▶ _Work instructions_: One range is to be output from the listing below, exactly as written: the line with "positive_t = st.floats(1e-3, 1e5, allow_nan=False)" to the line with "draw(st.floats(0, 1e9, allow_nan=False))", both kept.

▶ _Supplied records_:
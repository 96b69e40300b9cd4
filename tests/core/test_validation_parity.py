"""The compiled validator (fastjsonschema) gives the same verdicts as jsonschema, the reference.

Valid species records are generated, then mutated at any depth (wrong types, bool for a number, 1.0
for an integer, missing required keys, extra keys, bad enums and patterns, huge numbers, every Cp
model variant). For each document the default path of ``validation.errors`` must agree with plain
jsonschema (``fast=False``).
"""

from __future__ import annotations

import copy
import string
from collections.abc import Iterator
from typing import Any

import pytest
from hypothesis import HealthCheck, Phase, find, given, settings
from hypothesis import strategies as st

from tablekeeper import validation

SETTINGS = settings(max_examples=100, deadline=None, suppress_health_check=[HealthCheck.too_slow])

slug = st.from_regex(r"\A[a-z0-9][a-z0-9._-]{0,20}\Z")
safe_text = st.text(min_size=1, max_size=30).filter(lambda s: s[0] not in "=+@\t\r")
number = st.one_of(st.integers(-10**12, 10**12),
                   st.floats(-1e12, 1e12, allow_nan=False, allow_infinity=False))
positive_t = st.floats(1e-3, 1e5, allow_nan=False)


@st.composite
def value_objects(draw: st.DrawFn) -> dict:
    out: dict = {"value": draw(number), "unit": draw(st.sampled_from(["kJ/mol", "J/(mol*K)"]))}
    if draw(st.booleans()):
        out["uncertainty"] = draw(st.floats(0, 1e9, allow_nan=False))
    if draw(st.booleans()):
        out["coverage"] = draw(st.floats(0.01, 10))
    if draw(st.booleans()):
        out["source"] = draw(slug)
    if draw(st.booleans()):
        out["method"] = draw(st.sampled_from(["measured", "evaluated", "estimated", "derived"]))
    if draw(st.booleans()):
        unit = draw(st.sampled_from(["kcal/mol", "cal/(mol K)", "eV"]))
        out["entered"] = {"value": draw(number), "unit": unit}
        if draw(st.booleans()):
            out["entered"]["uncertainty"] = draw(st.floats(0, 1e9))
    return out


@st.composite
def cp_models(draw: st.DrawFn) -> dict:
    kind = draw(st.sampled_from(["shomate", "nasa7", "tabulated"]))
    model: dict = {"kind": kind}
    if kind == "shomate":
        model["ranges"] = [
            {"tmin": draw(positive_t), "tmax": draw(positive_t),
             **{c: draw(number) for c in "ABCDE"},
             **{c: draw(number) for c in draw(st.sets(st.sampled_from("FGH")))}}
            for _ in range(draw(st.integers(1, 3)))]
    elif kind == "nasa7":
        model["ranges"] = [{"tmin": draw(positive_t), "tmax": draw(positive_t),
                            "a": draw(st.lists(number, min_size=7, max_size=7))}
                           for _ in range(draw(st.integers(1, 3)))]
    else:
        model["points"] = draw(st.lists(st.lists(number, min_size=2, max_size=2), min_size=2, max_size=5))
    if draw(st.booleans()):
        model["source"] = draw(slug)
    return model


@st.composite
def species_records(draw: st.DrawFn) -> dict:
    rec: dict = {
        "id": draw(slug),
        "revision": draw(st.integers(1, 10**9)),
        "formula": draw(st.sampled_from(["H2O", "CH4O", "Cl-", "SO4-2", "CuSO4·5H2O", "K4[Fe(CN)6]",
                                         "Fe+3"])),
        "phase": draw(st.sampled_from(["g", "l", "cr", "am", "aq"])),
        "charge": draw(st.integers(-20, 20)),
        "status": draw(st.sampled_from(["draft", "reviewed", "deprecated"])),
        "properties": {f: draw(value_objects())
                       for f in draw(st.sets(st.sampled_from(["dfH298", "dfG298", "S298", "Cp298"])))},
    }
    cas = st.from_regex(r"\A[0-9]{2,7}-[0-9]{2}-[0-9]\Z")
    for key, strat in (("name", safe_text), ("notes", safe_text), ("form", slug),
                       ("reference_state", st.booleans()), ("cas", cas), ("cp_model", cp_models())):
        if draw(st.booleans()):
            rec[key] = draw(strat)
    return rec


def _paths(node: Any, prefix: tuple = ()) -> list[tuple]:
    """Every path into a document (containers and leaves), the root excluded."""
    out: list[tuple] = []
    items = node.items() if isinstance(node, dict) else enumerate(node) if isinstance(node, list) else ()
    for k, v in items:
        out.append((*prefix, k))
        out.extend(_paths(v, (*prefix, k)))
    return out


NUMBERS = [0, 1, 1.0, 2.0, 1.5, -1, -0.0, 7, 21, -21, 1e-300, 10**12 + 1, -10**12 - 1, 1e12, 1e13, 1e300,
           -1e308, 2**63, 2**64 + 1, 10**30, 10**400, 1e9, 1e9 + 1, 100001, 0.5, 10, 10.5, 1599, 2201]
STRINGS = ["text", "", "=cmd", "+1", "@x", "\tx", "\rx", "UPPER", "abc\n", "a" * 70, "x" * 5000, "-abc",
           "shomate", "nasa7", "tabulated", "g", "aq", "gas", "kJ/mol", "J/(mol*K)", "kcal/mol", "measured",
           "guessed", "draft", "final", "H2O", "H2O$", "7732-18-5", "7732-18-55", "sha256:" + "0" * 64]
OTHERS = [True, False, None, [], [1, 2], [[1, 2], [3, 4]], [1.0] * 7, [1.0] * 8, {}, {"value": 1},
          {"value": 1, "unit": "kJ/mol"}, {"kind": "tabulated", "points": [[1, 2], [3, 4]]}]
REPLACEMENTS = NUMBERS + STRINGS + OTHERS
HOWS = ["replace-same-type", "replace-any", "delete", "extra", "bool-for-number", "float-for-int",
        "string-for-number", "wrap", "list-append", "list-pop"]


def _is_number(v: Any) -> bool:
    return isinstance(v, int | float) and not isinstance(v, bool)


def _places(doc: Any, how: str) -> list[tuple]:
    paths = _paths(doc)
    if how == "extra":
        return [(), *(p for p in paths if isinstance(_at(doc, p), dict))]
    if how in ("bool-for-number", "string-for-number"):
        return [p for p in paths if _is_number(_at(doc, p))]
    if how == "float-for-int":
        return [p for p in paths if _is_number(_at(doc, p)) and isinstance(_at(doc, p), int)
                and abs(_at(doc, p)) < 2**53]
    if how in ("list-append", "list-pop"):
        return [p for p in paths if isinstance(_at(doc, p), list) and (how == "list-append" or _at(doc, p))]
    if how == "replace-same-type":
        return [p for p in paths if isinstance(_at(doc, p), str) or _is_number(_at(doc, p))]
    return paths


@st.composite
def mutated(draw: st.DrawFn, base: st.SearchStrategy[dict], hows: tuple[str, ...] = tuple(HOWS)) -> dict:
    """A document with one or two mutations; the kind of mutation is drawn first, then a place where it
    applies, so that rare places (an object to give an extra key) are hit often enough."""
    doc = copy.deepcopy(draw(base))
    for _ in range(draw(st.integers(1, 2))):
        how = draw(st.sampled_from(hows))
        places = _places(doc, how)
        if not places:
            continue
        path = draw(st.sampled_from(places))
        # Deep copies: a later mutation must never change the shared lists of replacements.
        if how == "extra":
            key = draw(st.sampled_from(["extra", "valeu", "unit ", "Value", "ranges", "kind"]))
            _at(doc, path)[key] = copy.deepcopy(draw(st.sampled_from(REPLACEMENTS)))
            continue
        parent = _at(doc, path[:-1])
        key = path[-1]
        old = parent[key]
        if how == "delete":
            del parent[key]
        elif how == "bool-for-number":
            parent[key] = bool(old)
        elif how == "float-for-int":
            parent[key] = float(old)
        elif how == "string-for-number":
            parent[key] = repr(old)
        elif how == "wrap":
            parent[key] = [old]
        elif how == "list-append":
            old.append(copy.deepcopy(old[-1]) if old and draw(st.booleans())
                       else copy.deepcopy(draw(st.sampled_from(REPLACEMENTS))))
        elif how == "list-pop":
            old.pop(draw(st.integers(0, len(old) - 1)))
        elif how == "replace-same-type":
            pool = STRINGS if isinstance(old, str) else NUMBERS
            other = st.text(alphabet=string.printable, max_size=8) if isinstance(old, str) else st.floats(
                allow_nan=False)
            parent[key] = draw(st.one_of(st.sampled_from(pool), other))
        else:
            parent[key] = copy.deepcopy(draw(st.sampled_from(REPLACEMENTS)))
    return doc


def _at(doc: Any, path: tuple) -> Any:
    for step in path:
        doc = doc[step]
    return doc


def _same_verdict(kind: str, doc: Any) -> None:
    fast = validation.errors(kind, doc)
    reference = validation.errors(kind, doc, fast=False)
    assert bool(fast) == bool(reference), (doc, reference)
    if fast:  # a rejected document is always reported with jsonschema's own pointers and messages
        assert fast == reference


def test_the_compiled_path_is_really_in_use_for_species() -> None:
    # Without it the parity tests below would compare jsonschema with itself.
    assert validation._fast("species") is not None


@SETTINGS
@given(species_records())
def test_valid_species_records_are_accepted_by_both(rec: dict) -> None:
    assert validation.errors("species", rec) == []
    assert validation.errors("species", rec, fast=False) == []


@pytest.mark.parametrize("how", HOWS)
@settings(max_examples=40, deadline=None, suppress_health_check=[HealthCheck.too_slow])
@given(data=st.data())
def test_mutated_species_records_get_the_same_verdict(how: str, data: st.DataObject) -> None:
    # One test per kind of mutation, so that each kind gets its share of examples.
    doc = data.draw(mutated(species_records(), (how, *HOWS)))
    _same_verdict("species", doc)


def test_the_mutations_reach_both_verdicts_and_the_cp_model() -> None:
    # Guards the two tests above against a generator that only ever makes one kind of document.
    gen = mutated(species_records())
    find_settings = settings(max_examples=2000, database=None, phases=[Phase.generate])
    assert validation.errors("species", find(gen, lambda d: not validation.errors("species", d),
                                             settings=find_settings)) == []
    bad = find(gen, lambda d: any(p.startswith("/cp_model") for p, _ in validation.errors("species", d)),
               settings=find_settings)
    assert validation.errors("species", bad, fast=False)


@pytest.mark.parametrize("kind", ["dataset", "sources", "reactions"])
@settings(max_examples=60, deadline=None, suppress_health_check=[HealthCheck.function_scoped_fixture])
@given(data=st.data())
def test_other_compiled_kinds_get_the_same_verdict(kind: str, data: st.DataObject, valid_documents) -> None:
    doc = data.draw(mutated(st.just(valid_documents()[kind])))
    _same_verdict(kind, doc)


FULL_MODELS = [
    {"kind": "shomate", "source": "nist-webbook",
     "ranges": [{"tmin": 298, "tmax": 1000, "A": 30.09, "B": 6.83, "C": 6.79, "D": -2.53, "E": 0.08,
                 "F": -250.9, "G": 223.4, "H": -241.8}]},
    {"kind": "nasa7", "source": "nist-webbook",
     "ranges": [{"tmin": 200, "tmax": 1000, "a": [4.2, -2.0e-3, 6.5e-6, -5.5e-9, 1.8e-12, -30293.7, -0.85]}]},
    {"kind": "tabulated", "points": [[298.15, 75.3], [350, 75.9]]},
]


#: Small pools for the exhaustive test: each value breaks (or, like 1.0 for an integer, keeps) a rule.
EDGE_NUMBERS = [True, 1.0, 1.5, -1, 10**13, -1e308, "1"]
EDGE_STRINGS = ["", "=x", "abc\n", "UPPER", "gas", 1, None]
EDGE_OTHERS = [None, [], {}]


def _single_mutations(base: dict, inside: tuple = ()) -> Iterator[dict]:
    """Every document that differs from ``base`` by one mutation at or below the path ``inside``."""
    for how in HOWS:
        for path in _places(base, how):
            if path[:len(inside)] != inside:
                continue
            if how == "replace-same-type":
                values = EDGE_STRINGS if isinstance(_at(base, path), str) else EDGE_NUMBERS
            elif how == "replace-any":
                values = EDGE_OTHERS
            else:
                values = [None]
            for value in values:
                doc = copy.deepcopy(base)
                parent, key = (_at(doc, path[:-1]), path[-1]) if path else (None, None)
                if how == "delete":
                    del parent[key]
                elif how == "extra":
                    _at(doc, path)["extra"] = 1
                elif how == "bool-for-number":
                    parent[key] = bool(parent[key])
                elif how == "float-for-int":
                    parent[key] = float(parent[key])
                elif how == "string-for-number":
                    parent[key] = repr(parent[key])
                elif how == "wrap":
                    parent[key] = [parent[key]]
                elif how == "list-append":
                    lst = _at(doc, path)
                    lst.append(copy.deepcopy(lst[-1]) if lst else 1)
                elif how == "list-pop":
                    _at(doc, path).pop()
                else:
                    parent[key] = copy.deepcopy(value)
                yield doc


@pytest.mark.parametrize("model", FULL_MODELS, ids=lambda m: m["kind"])
def test_every_single_mutation_of_a_full_record_gets_the_same_verdict(model: dict, species_record) -> None:
    """Exhaustive and deterministic: every place of a record that uses every optional field, every kind
    of mutation, small pools of rule-breaking values. Places outside the Cp model are visited once."""
    base = species_record(form="alpha", reference_state=False, cas="7732-18-5", notes="Key value.",
                          cp_model=model)
    base["properties"]["dfH298"].update(coverage=2, method="evaluated",
                                        entered={"value": -68.315, "unit": "kcal/mol", "uncertainty": 0.01})
    assert validation.errors("species", base, fast=False) == []
    inside = () if model is FULL_MODELS[0] else ("cp_model",)
    verdicts = []
    for doc in _single_mutations(base, inside):
        _same_verdict("species", doc)
        verdicts.append(bool(validation.errors("species", doc)))
    assert len(verdicts) > 50 and any(verdicts) and not all(verdicts)


@pytest.mark.parametrize("doc", [None, [], "species", 1, True, {}, {"id": "x"}])
def test_documents_that_are_not_records_get_the_same_verdict(doc: Any) -> None:
    _same_verdict("species", doc)
    assert validation.errors("species", doc)


@pytest.mark.parametrize(("path", "value", "valid"), [
    (("revision",), 1.0, True),          # 2020-12: an integer is any number with a zero fraction
    (("revision",), 1.5, False),
    (("revision",), True, False),        # a boolean is never a number
    (("charge",), False, False),
    (("properties", "dfH298", "value"), True, False),
    (("properties", "dfH298", "value"), 10**13, False),
    (("properties", "dfH298", "value"), -1e12, True),
    (("properties", "dfH298", "coverage"), 0, False),
    (("properties", "dfH298", "unit"), "kcal/mol", False),
    (("phase",), "gas", False),
    (("cas",), "7732-18-5", True),
    (("cas",), "7732185", False),
])
def test_named_edge_cases(path: tuple, value: Any, valid: bool, species_record) -> None:
    rec = species_record()
    node = rec
    for step in path[:-1]:
        node = node[step]
    node[path[-1]] = value
    _same_verdict("species", rec)
    assert (validation.errors("species", rec) == []) is valid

▶ _Task response_:
positive_t = st.floats(1e-3, 1e5, allow_nan=False)


@st.composite
def value_objects(draw: st.DrawFn) -> dict:
    out: dict = {"value": draw(number), "unit": draw(st.sampled_from(["kJ/mol", "J/(mol*K)"]))}
    if draw(st.booleans()):
        out["uncertainty"] = draw(st.floats(0, 1e9, allow_nan=False))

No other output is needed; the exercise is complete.